As semanas seguintes foram dedicadas à burocracia para deixar tudo em ordem antes do regresso à Etiópia. A Drª Liliana Ferreira, a quem reconhecidamente agradeço, foi fundamental neste processo.
Como família dorida, respeitamos a memória dos nossos pais, avós e bisavós celebrando o Natal juntos na casa deles e dando as prendas que tinham combinado com a minha irmã Armanda.
Regressei à Etiópia menos de um mês depois como turista e… com mais meia dúzia de quilos. A mana e os vizinhos trataram-me bem de mais! A anca, essa queixa-se.
De volta a Qillenso, foi a vez de ritualizar o luto à moda dos gujis. No primeiro domingo, à tarde, fi-lo com os católicos de Qillenso. Reunimo-nos em grande número no salão paroquial.
Abraçaram-me e disseram-me palavras de alento. Depois pediram que lhes contasse a morte dos pais e os funerais. No fim, partilhamos um pão de trigo redondo com cerca de um metro de diâmetro com refrigerantes, café e leite.
Nas semanas seguintes vieram delegações das capela de Hindhale, Urdata e Badeye. O ritual e as narrativas repetiram-se.
As sobras do pão, dos refrigerantes e do leite ficavam connosco.
A vida continua!
Gosto muito de ler, mas durante o primeiro mês não tinha disposição para virar uma página que fosse nem de escrever nada. Dois meses depois, começo a normalizar a minha rotina.
Agora não falo nem brinco com os pais através da vídeo-chamada dominical, mas nas asas da oração de intercessão pela família alargada, pela paz na Etiópia e no Sudão do Sul. Creio na comunhão dos santos.
Além da foto deles que sempre me acompanha nas andanças de andarilho do Evangelho, uso uma volta de ouro que a mãe fez com o seu cordão de solteira, dividido em três para a Celeste, para a Armanda e para mim; e a aliança das bodas de ouro do pai.
Trago-os sobretudo no meu código genético e na memória. Sei que estão em paz, que estão bem, que estão com Deus!

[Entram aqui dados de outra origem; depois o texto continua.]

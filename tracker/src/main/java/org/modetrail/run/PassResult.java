package org.modetrail.run;

import org.modetrail.model.Box;

/**
 * What one tracking pass found on the frames strictly between two keyframes, {@code first..last}: per frame a box
 * and its similarity where the tracker was sure of it (status tracked), nothing where it coasted or had lost the
 * object. Filled in frame by frame by a pass, then read by {@link SpanFill}.
 */
public final class PassResult {
    private final int first;
    private final Box[] boxes;
    private final double[] scores;

    /** An empty result for frames {@code first..last} inclusive (empty when last < first). */
    public PassResult(int first, int last) {
        this.first = first;
        int n = Math.max(0, last - first + 1);
        boxes = new Box[n];
        scores = new double[n];
    }

    public int first() {
        return first;
    }

    public int last() {
        return first + boxes.length - 1;
    }

    public boolean covers(int frame) {
        return frame >= first && frame < first + boxes.length;
    }

    /** Records a box the tracker was sure of. */
    public void put(int frame, Box box, double score) {
        boxes[frame - first] = box;
        scores[frame - first] = score;
    }

    /** The box on {@code frame}, or null where the pass had none. */
    public Box box(int frame) {
        return covers(frame) ? boxes[frame - first] : null;
    }

    public double score(int frame) {
        return covers(frame) ? scores[frame - first] : 0;
    }
}
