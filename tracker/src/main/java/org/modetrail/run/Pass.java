package org.modetrail.run;

import org.modetrail.model.Box;
import org.modetrail.tracking.MeanShiftTracker;
import org.modetrail.tracking.TrackStatus;
import org.modetrail.tracking.TrackStep;
import org.modetrail.tracking.TrackerConfig;
import org.modetrail.video.Frame;

/**
 * One tracker run from a keyframe towards another (or towards an end of the video): forward passes are fed frames
 * {@code start + 1 .. stop} in order, backward passes {@code start - 1 .. stop}. It records the frames it was sure of
 * and ends when the tracker loses the object or the stop frame is done.
 */
final class Pass {
    final int trackId;
    final int start;
    final int stop;
    final boolean forward;
    final PassResult result;
    private final Box startBox;
    private final TrackerConfig config;
    private MeanShiftTracker tracker;
    private boolean finished;

    Pass(int trackId, int start, Box startBox, int stop, boolean forward, TrackerConfig config) {
        this.trackId = trackId;
        this.start = start;
        this.startBox = startBox;
        this.stop = stop;
        this.forward = forward;
        this.config = config;
        this.result = forward ? new PassResult(start + 1, stop) : new PassResult(stop, start - 1);
    }

    /** Whether this pass wants {@code frame} (its start frame, to set up, or one it tracks). */
    boolean wants(int frame) {
        if (finished) {
            return false;
        }
        return forward ? frame >= start && frame <= stop : frame <= start && frame >= stop;
    }

    void feed(Frame frame) {
        int n = frame.index();
        if (n == start) {
            tracker = new MeanShiftTracker(config);
            tracker.start(frame, startBox);
            finished = start == stop;
            return;
        }
        if (tracker == null) {
            return; // the start frame was unreadable: nothing to track from
        }
        TrackStep step = tracker.track(frame);
        if (step.status() == TrackStatus.TRACKED) {
            result.put(n, step.box(), step.similarity());
        } else if (step.status() == TrackStatus.REACQUIRED) {
            // Found again after a search: the box may be another object that looks like this one. Its uncertainty
            // is its own diagonal, so it is flagged for review and left out of peak speeds.
            result.put(n, step.box(), step.similarity(), Math.hypot(step.box().width(), step.box().height()));
        } else if (step.status() == TrackStatus.SEARCHING) {
            result.markSearching(n);
        }
        if (step.status() == TrackStatus.LOST || n == stop) {
            finished = true;
        }
    }

    boolean finished() {
        return finished;
    }

    /** Frames this pass would visit, for progress. */
    int length() {
        return Math.abs(stop - start);
    }
}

A morte súbita dos pais, poupou-os a outros sofrimentos. Agradeço a Deus por isso. E pelo testemunho de que nem a morte separou quem Deus uniu — como escrevemos na lápide da campa.
Deixo também uma palavra de agradecimento sentido a todas as pessoas que suavizaram a nossa dor com gestos tão carinhosos e próximos nos funerais e no tempo que passei em Portugal.

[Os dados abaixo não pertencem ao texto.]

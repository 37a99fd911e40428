package org.modetrail.run;

import java.util.ArrayList;
import java.util.List;

import org.modetrail.model.Box;
import org.modetrail.model.FrameAnnotation;

/**
 * The keyframe semantics of a span: between two keyframes the object is tracked forward from the first and
 * backward from the second; each frame takes the box of the pass that is more similar to its target model where
 * both found it, the one pass's box where only one did, and where neither did, a box linearly interpolated
 * between the nearest boxes either side (marked as interpolated). Keyframes themselves are never touched, and a
 * keyframe that marks the object hidden or absent is not a box to interpolate from: frames next to it that no
 * pass found stay empty. With {@link PassMerge#BLEND}, frames where the two passes agree take a weighted average.
 *
 * <p><b>Uncertainty.</b> Every box it makes carries {@link FrameAnnotation#uncertaintyPx()}, one standard
 * uncertainty per axis of the box's edges, in pixels. A tracked box combines in quadrature (the parts and their
 * sources are in {@link BoxUncertainty}): the keyframe's placement that its pass started from; the tracker's own
 * uncertainty where the pass states one ({@link PassResult#put(int, Box, double, double)}); the forward-backward
 * disagreement where both passes found the object; the doubt of a similarity below the one its pass had next to its keyframe,
 * scaled by the box's size; and a jump of the size against its neighbours. An interpolated box has the Brownian
 * bridge between the known boxes either side, growing with the distance from the nearer one.
 */
public final class SpanFill {
    /** Two passes' boxes with at least this IoU are on the same object and may be blended. */
    public static final double AGREEMENT = 0.5;
    /**
     * How many of a pass's boxes next to its keyframe give the similarity a correct placement has: 5, 0.2 s at 25
     * fps (rule of thumb, no source: few enough that the object has not moved far from the user's box, enough that
     * the median is not one frame's noise).
     */
    static final int NEAR_KEYFRAME = 5;

    private SpanFill() {
    }

    /**
     * @param start    the keyframe that opens the span, or null before the first keyframe
     * @param end      the keyframe that closes it, or null after the last
     * @param forward  the pass from {@code start} (may be empty)
     * @param backward the pass from {@code end} (may be empty)
     * @param from     first frame to fill (after {@code start})
     * @param to       last frame to fill (before {@code end})
     * @param merge    how a frame that both passes found takes its box
     */
    public static List<FrameAnnotation> fill(FrameAnnotation start, FrameAnnotation end, PassResult forward,
                                             PassResult backward, int from, int to, PassMerge merge) {
        int n = Math.max(0, to - from + 1);
        Box[] box = new Box[n];
        double[] score = new double[n];
        // The parts of each tracked box's uncertainty that do not depend on its neighbours.
        double[] own = new double[n];
        // The similarity a correct placement has, per pass, and per frame the one of the pass its box came from.
        double forwardTypical = typicalSimilarity(forward, from, to, true);
        double backwardTypical = typicalSimilarity(backward, from, to, false);
        double[] typical = new double[n];
        double startSigma = keySigma(start);
        double endSigma = keySigma(end);
        for (int f = from; f <= to; f++) {
            Box a = forward.box(f);
            Box b = backward.box(f);
            int i = f - from;
            double disagreement = a != null && b != null ? BoxUncertainty.disagreement(a, b) : 0;
            if (merge == PassMerge.BLEND && a != null && b != null && a.iou(b) >= AGREEMENT) {
                // Nearness to each pass's keyframe: t runs from 0 at the start keyframe to 1 at the end one.
                double t = (double) (f - (start != null ? start.frame() : from - 1))
                        / ((end != null ? end.frame() : to + 1) - (start != null ? start.frame() : from - 1));
                double wa = forward.score(f) * (1 - t);
                double wb = backward.score(f) * t;
                double w = wa + wb > 0 ? wb / (wa + wb) : 0.5;
                box[i] = LinearInterpolation.between(a, b, w);
                score[i] = (1 - w) * forward.score(f) + w * backward.score(f);
                typical[i] = (1 - w) * forwardTypical + w * backwardTypical;
                double keys = Math.hypot((1 - w) * startSigma, w * endSigma);
                double tracker = Math.hypot((1 - w) * zeroIfNaN(forward.uncertaintyPx(f)),
                        w * zeroIfNaN(backward.uncertaintyPx(f)));
                own[i] = BoxUncertainty.quadrature(keys, tracker, disagreement);
            } else if (a != null && (b == null || forward.score(f) >= backward.score(f))) {
                box[i] = a;
                score[i] = forward.score(f);
                typical[i] = forwardTypical;
                own[i] = BoxUncertainty.quadrature(startSigma, forward.uncertaintyPx(f), disagreement);
            } else if (b != null) {
                box[i] = b;
                score[i] = backward.score(f);
                typical[i] = backwardTypical;
                own[i] = BoxUncertainty.quadrature(endSigma, backward.uncertaintyPx(f), disagreement);
            }
        }
        Box startBox = start != null && start.isVisible() && start.frame() == from - 1 ? start.box() : null;
        Box endBox = end != null && end.isVisible() && end.frame() == to + 1 ? end.box() : null;
        double[] sigma = new double[n];
        for (int i = 0; i < n; i++) {
            if (box[i] != null) {
                Box before = i > 0 ? box[i - 1] : startBox;
                Box after = i + 1 < n ? box[i + 1] : endBox;
                sigma[i] = BoxUncertainty.quadrature(own[i], BoxUncertainty.similarity(box[i], score[i], typical[i]),
                        BoxUncertainty.sizeJump(before, box[i], after));
            }
        }
        double motion = motionVariance(start, end, box, from, to);

        List<FrameAnnotation> out = new ArrayList<>(n);
        Box before = start != null && start.isVisible() ? start.box() : null;
        double beforeSigma = startSigma;
        int beforeFrame = start != null ? start.frame() : from - 1;
        for (int i = 0; i < n; i++) {
            int f = from + i;
            if (box[i] != null) {
                out.add(FrameAnnotation.tracked(f, box[i], Math.max(0, Math.min(1, score[i])), rounded(sigma[i])));
                before = box[i];
                beforeSigma = sigma[i];
                beforeFrame = f;
                continue;
            }
            int j = i;
            while (j < n && box[j] == null) {
                j++;
            }
            Box after = j < n ? box[j] : end != null && end.isVisible() ? end.box() : null;
            double afterSigma = j < n ? sigma[j] : endSigma;
            int afterFrame = j < n ? from + j : end != null ? end.frame() : to + 1;
            if (before != null && after != null && !searchedBetween(forward, backward, from + i, from + j - 1)) {
                int gap = afterFrame - beforeFrame;
                double rate = Double.isNaN(motion) ? BoxUncertainty.motionVariance(before, after, gap) : motion;
                for (int k = i; k < j; k++) {
                    double t = (double) (from + k - beforeFrame) / gap;
                    double u = BoxUncertainty.bridge(from + k - beforeFrame, gap, beforeSigma, afterSigma, rate);
                    out.add(FrameAnnotation.interpolated(from + k, LinearInterpolation.between(before, after, t),
                            rounded(u)));
                }
            }
            i = j - 1;
        }
        return out;
    }

    /**
     * Whether a pass had lost the object somewhere in {@code a..b} and was searching for it: the object was gone
     * for longer than a pass coasts, or left the frame, so a straight line between the boxes either side would
     * be a guess, and the frames stay empty.
     */
    private static boolean searchedBetween(PassResult forward, PassResult backward, int a, int b) {
        for (int f = a; f <= b; f++) {
            if (forward.searching(f) || backward.searching(f)) {
                return true;
            }
        }
        return false;
    }

    /**
     * The median similarity of the first {@link #NEAR_KEYFRAME} boxes a pass found next to its keyframe, where the
     * place is known to be right; 0 for a pass that found none.
     */
    private static double typicalSimilarity(PassResult pass, int from, int to, boolean forward) {
        double[] s = new double[NEAR_KEYFRAME];
        int k = 0;
        for (int i = 0; i <= to - from && k < s.length; i++) {
            int f = forward ? from + i : to - i;
            if (pass.box(f) != null) {
                s[k++] = pass.score(f);
            }
        }
        if (k == 0) {
            return 0;
        }
        java.util.Arrays.sort(s, 0, k);
        return k % 2 == 1 ? s[k / 2] : (s[k / 2 - 1] + s[k / 2]) / 2;
    }

    /** A keyframe's placement uncertainty: its own where known, else the user's default; 0 for no keyframe. */
    private static double keySigma(FrameAnnotation key) {
        if (key == null || !key.isVisible()) {
            return 0;
        }
        return key.hasUncertainty() ? key.uncertaintyPx() : FrameAnnotation.KEYFRAME_UNCERTAINTY_PX;
    }

    /** To a thousandth of a pixel, far below what it can tell, so project files stay compact. */
    private static double rounded(double px) {
        return Math.round(px * 1000) / 1000.0;
    }

    private static double zeroIfNaN(double v) {
        return Double.isNaN(v) ? 0 : v;
    }

    /** The span's motion variance from its known boxes, the keyframes at its ends among them. */
    private static double motionVariance(FrameAnnotation start, FrameAnnotation end, Box[] box, int from, int to) {
        Box[] known = new Box[box.length + 2];
        known[0] = start != null && start.isVisible() && start.frame() == from - 1 ? start.box() : null;
        System.arraycopy(box, 0, known, 1, box.length);
        known[known.length - 1] = end != null && end.isVisible() && end.frame() == to + 1 ? end.box() : null;
        return BoxUncertainty.motionVariance(known);
    }
}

Agradeço ao senhor Dom António Couto, que presidiu às exéquias; ao pároco de Cinfães, P. Francisco Marques, que foi incansável no acompanhamento dos pais em vida e nos preparativos para os funerais; ao provincial dos Combonianos, P. Fernando Domingues, que me foi buscar ao aeroporto e também esteve presente na missa de sétimo dia; aos membros da família comboniana (seculares, leigos, irmãs, irmãos e padres); às generosas gentes de Cinfães tão próximas e solidárias também nas ofertas que me entregaram para a missão; aos familiares do lado do pai e da mãe; aos amigos de perto e de longe; a todos os que estiveram connosco em tão dorido momento e nos fortaleceram…
Os gujis dizem Bayee galaatooma! Muito obrigado!